Nuestro pueblo pequeño contaba con una red municipal de enfermeras, médicos de cabecera, comadronas y variados especialistas que atendían a los cumanayagüenses de todas las extracciones sociales —y tómese en cuenta, que, en 1961, su población era un tercio de la actual. Cuando enfermé de polineuritis en 1958, me ingresaron en la Clínica Moderna de Cienfuegos, dirigida por Raúl Dorticós Torrado, el hermano del futuro presidente de la seudorepública. Cienfuegos era el centro de atención médica para los municipios colindantes del centro y sur de Las Villas, mientras que en Santa Clara radicaba el importante hospital San Juan de Dios.
Ese tipo de clínica de las ciudades de provincia, que contaba con instalaciones modernas, dejó de existir con la destrucción de la iniciativa privada. En mi niñez solía pasar temporadas en el reparto de los médicos del Sanatorio para Tuberculosos de Topes de Collantes, donde vivía mi prima Margarita. Si no por otra razón, la caída de Fulgencio Batista debería ser deplorada por haber puesto punto final al boom constructivo de las instalaciones sanitarias. La sofisticación de los servicios médicos republicanos y la monumentalidad de sus construcciones fueron arruinados por la chapucería castrista.
Los hospitales de maternidad obrera batistianos, las Organización Nacional de Dispensarios Infantiles (ONDI), la Liga Contra la Ceguera o la emergente industria farmacéutica nacional, extrapoladas al presente y proyectadas seis décadas en el futuro, arrojan un panorama de medicina socializada y cobertura universal. Sin revolución castrista seríamos más sanos, más justos, más fuertes y más dignos. Las nuevas generaciones necesitan saber que Cuba fue una potencia médica antes de 1959, y que dejó de serlo a partir de esa fecha.

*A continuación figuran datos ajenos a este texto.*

"""Several gunicorn replicas on one throwaway PostgreSQL cluster, and bounded load on them.

What the replica tests (``test_replicas.py``) and the load benchmark
(``tests/perf/bench_load.py``) share:

- ``PostgresCluster``: a PostgreSQL cluster of its own (data directory, socket directory and
  loopback port), run as user ``postgres`` through ``runuser``; the harness starts, stops
  and restarts it, so stopping it never touches the session's other cluster
  (``tests/conftest.py``). Every ``pg_ctl`` call waits at most ``PG_TIMEOUT`` seconds.
- ``prepare_database``: the schema through ``heldout db upgrade`` where the CLI has it,
  otherwise the tables from ``schema.py`` (what the service created before migrations).
- ``running_replicas``: N gunicorn processes (``running_gunicorn``: the README's command,
  each in its own process group, its own port and working directory) on one database;
  ``Replica.kill`` sends SIGKILL to a replica's whole process group (master and workers).
- ``RoundRobin``: a tiny client-side balancer over the replicas' base URLs, with an
  optional failover to the next replica when a connection fails.
- ``run_bounded``: runs a fixed list of jobs on a fixed number of client threads and gives
  up (raises) past a deadline; every request has its own timeout. Nothing loops forever.
- ``incomplete_submissions`` (SQL: submissions lacking their per-row losses, slice reports
  or guard outcome) and ``label_cache_counts`` (from ``/metrics``, when the service has it).
"""

from __future__ import annotations

import glob
import os
import re
import shutil
import signal
import subprocess
import sys
import tempfile
import threading
import time
from collections.abc import Callable, Iterator, Mapping, Sequence
from concurrent.futures import FIRST_EXCEPTION, ThreadPoolExecutor, wait
from contextlib import ExitStack, contextmanager
from dataclasses import dataclass, field
from pathlib import Path
from typing import Any, TypeVar

import requests
import sqlalchemy as sa

sys.path.insert(0, str(Path(__file__).resolve().parent))  # for tests/perf scripts

from gunicorn_server import RunningServer, free_port, running_gunicorn  # noqa: E402

from service.store import Store, schema  # noqa: E402

BIN = Path(sys.executable).parent
PG_TIMEOUT = 60  # seconds any one pg_ctl, initdb or createdb call may take
T = TypeVar("T")


class PostgresUnavailable(RuntimeError):
    """This machine cannot run a throwaway cluster (not root, no server binaries, no runuser)."""


def postgres_bindir() -> Path:
    """The newest installed PostgreSQL server's bin directory (15 preferred).

    Raises ``PostgresUnavailable`` with the reason when a cluster cannot be run here.
    """
    if os.geteuid() != 0:
        raise PostgresUnavailable("a throwaway cluster runs as user postgres and needs root")
    if shutil.which("runuser") is None:
        raise PostgresUnavailable("runuser not found; it runs the cluster as user postgres")
    preferred = Path("/usr/lib/postgresql/15/bin")
    if (preferred / "initdb").exists():
        return preferred
    found = sorted(glob.glob("/usr/lib/postgresql/*/bin/initdb"))
    if not found:
        raise PostgresUnavailable("PostgreSQL server binaries not found (tests/run installs them)")
    return Path(found[-1]).parent


def _as_postgres(*argv: str) -> subprocess.CompletedProcess[str]:
    return subprocess.run(
        ["runuser", "-u", "postgres", "--", *argv],
        check=True,
        capture_output=True,
        text=True,
        timeout=PG_TIMEOUT + 30,
    )


@dataclass
class PostgresCluster:
    """One throwaway cluster: its own data directory, socket directory and loopback port."""

    base: Path
    bindir: Path
    port: int
    running: bool = False

    @property
    def data(self) -> Path:
        return self.base / "data"

    @property
    def log(self) -> Path:
        return self.base / "server.log"

    def url(self, database: str) -> str:
        """SQLAlchemy URL of ``database`` in this cluster (trust authentication, loopback)."""
        return f"postgresql+psycopg://postgres@127.0.0.1:{self.port}/{database}"

    def init(self) -> None:
        """``initdb`` (UTF-8, trust authentication on loopback, no fsync: a throwaway)."""
        sockets = self.base / "sock"
        sockets.mkdir(exist_ok=True)
        shutil.chown(self.base, "postgres", "postgres")
        shutil.chown(sockets, "postgres", "postgres")
        _as_postgres(
            str(self.bindir / "initdb"), "-D", str(self.data), "-U", "postgres",
            "--auth=trust", "-E", "UTF8", "--no-sync",
        )

    def start(self) -> None:
        """Start the server and wait (bounded) until it accepts connections."""
        options = (
            f"-p {self.port} -k {self.base / 'sock'} -c listen_addresses=127.0.0.1 "
            "-c fsync=off -c synchronous_commit=off -c full_page_writes=off "
            "-c max_connections=200"
        )
        _as_postgres(
            str(self.bindir / "pg_ctl"), "-D", str(self.data), "-o", options,
            "-l", str(self.log), "-w", "-t", str(PG_TIMEOUT), "start",
        )
        self.running = True

    def stop(self, mode: str = "fast") -> None:
        """Stop the server: ``fast`` ends sessions and rolls back open transactions (what a
        restart does); ``immediate`` is a crash."""
        _as_postgres(
            str(self.bindir / "pg_ctl"), "-D", str(self.data), "-m", mode,
            "-w", "-t", str(PG_TIMEOUT), "stop",
        )
        self.running = False

    def restart(self, down_seconds: float = 0.0) -> None:
        """Stop (fast), stay down ``down_seconds``, start again."""
        self.stop("fast")
        time.sleep(down_seconds)
        self.start()

    def create_database(self, name: str) -> str:
        """Create an empty database; return its SQLAlchemy URL."""
        if not re.fullmatch(r"[a-z][a-z0-9_]{0,62}", name):
            raise ValueError(f"database name {name!r}: lower-case letters, digits and _")
        _as_postgres(
            str(self.bindir / "createdb"), "-h", "127.0.0.1", "-p", str(self.port),
            "-U", "postgres", name,
        )
        return self.url(name)
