def test_exact_straight_cylinder_offset_from_true_position():
    # ISO 10360-6 method: exact points on a cylinder R = 4 normal to A, offset 0.010 at 225 degrees
    # (a sampled direction, so the nearest point to the true position is a sample)
    off = (0.010 * math.cos(math.radians(225)), 0.010 * math.sin(math.radians(225)))
    P = cylinder_points(4.0, 12.0, offset=off)
    sc = scene_with(char=Characteristic.POSITION)
    r = inspect_feature(sc, "f", points=P)
    assert r.unrelated_ame == pytest.approx(8.0, abs=EXACT)  # known size
    assert r.related_ame == pytest.approx(8.0 - 2 * 0.010, abs=EXACT)  # at true position: 2R - 2|offset|
    assert r.axis_deviation == pytest.approx(2 * 0.010, abs=EXACT)  # position: 2 x |offset| (Y14.5.1, from memory)
    assert r.axis.width_reading == pytest.approx(2 * abs(off[0]), abs=EXACT)  # 2 x |dx|
    for s in r.sections:
        assert s.ls_diameter == pytest.approx(8.0, abs=EXACT)  # known size
        assert s.mating_diameter == pytest.approx(8.0, abs=EXACT)
        assert s.local_min == pytest.approx(8.0, abs=EXACT) and s.local_max == pytest.approx(8.0, abs=EXACT)
        assert s.ls_centre == pytest.approx(off, abs=EXACT)  # known axis
    assert np.abs(r.radial_deviation).max() < EXACT  # every point on the LS cylinder
    assert r.least_squares.size == pytest.approx(8.0, abs=EXACT)


TILTED = (4.0, 12.0, 0.02)  # R, L, t: an exact cylinder whose axis moves t between z = 0 and z = L


@functools.cache
def _tilted_inspection():
    """The exact tilted cylinder inspected once for the tests that read it (rings of 360 points:
    exact data needs the ellipse vertices, phi = 0 and 180 degrees, sampled, not a dense ring)."""
    R, L, t = TILTED
    return inspect_feature(scene_with(), "f", points=cylinder_points(R, L, nsec=13, per=360, tilt=(t / L, 0.0)))


def test_exact_tilted_cylinder_perpendicularity_and_related_envelope():
    # ISO 10360-6 method: exact tilted cylinder, offset t = 0.02 between z = 0 and z = L
    R, L, t = TILTED
    r = _tilted_inspection()
    th = math.atan(t / L)
    assert r.unrelated_ame == pytest.approx(2 * R, abs=EXACT)  # the cylinder itself
    assert r.unrelated.tilt_deg == pytest.approx(math.degrees(th), abs=1e-9)
    # related (normal to A): D = d / cos(theta) - t (clear opening of a tilted bore; geom/throughview.py
    # derivation, binding points at the ellipses' vertices at z = 0 and z = L)
    assert r.related_ame == pytest.approx(2 * R / math.cos(th) - t, abs=EXACT)
    assert r.axis_deviation == pytest.approx(t, abs=EXACT)  # centres move t from bottom to top
    assert r.least_squares.size == pytest.approx(2 * R, abs=EXACT)
    assert r.least_squares.axis_deviation == pytest.approx(t, abs=EXACT)


def test_exact_pin_min_circumscribed():
    # ISO 10360-6 method: exact pin R = 3.99, tilted 0.01 over 10 along y
    P = cylinder_points(3.99, 10.0, tilt=(0.0, 0.001))
    sc = scene_with(kind=Kind.PIN, limits=(7.97, 7.99), length=10.0, value=0.01)
    r = inspect_feature(sc, "f", points=P)
    assert r.unrelated_ame == pytest.approx(7.98, abs=EXACT)
    # related, normal to A: the ellipse vertices at z = 0 and L: d / cos(theta) + t (throughview.py, pin)
    th = math.atan(0.001)
    assert r.related_ame == pytest.approx(7.98 / math.cos(th) + 0.01, abs=EXACT)
    assert r.axis_deviation == pytest.approx(0.01, abs=EXACT)
    # bonus for a pin at MMC = MMC - AME = 7.99 - 7.98 (ASME Y14.5-2018 §1.3, from memory)
    assert r.bonus == pytest.approx(0.01, abs=EXACT)
    assert r.tolerance_allowed == pytest.approx(0.02, abs=EXACT)


def test_exact_projected_zone_extends_the_median_line():
    # our convention: projected zone on the far side of A, -P <= z <= 0; axis slope 0.001 -> the
    # line at z = -P sits P * 0.001 from its point at z = 0 (exact geometry)
    P = cylinder_points(4.0, 10.0, tilt=(0.001, 0.0))
    r = inspect_feature(scene_with(length=10.0, projected=25.0), "f", points=P)
    assert r.axis_deviation == pytest.approx(0.025, abs=EXACT)
    assert r.axis.line[:, 2] == pytest.approx([-25.0, 0.0])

Si alguna vez cayera el régimen despótico de los Castro, y sus Altezas Reales Don Felipe VI y Doña Letizia se dignaran enmendar el error de Fernando VII, prometo que seré un conde magnánimo y que mi primer decreto será restaurar a su antiguo esplendor las cuatro boticas de Cumanayagua. Acto seguido decretaré el uso medicinal y recreativo del cáñamo índico y el internamiento permanente de Pedro de la Hoz a la nueva cárcel para bandidos de Bahía de Cochinos.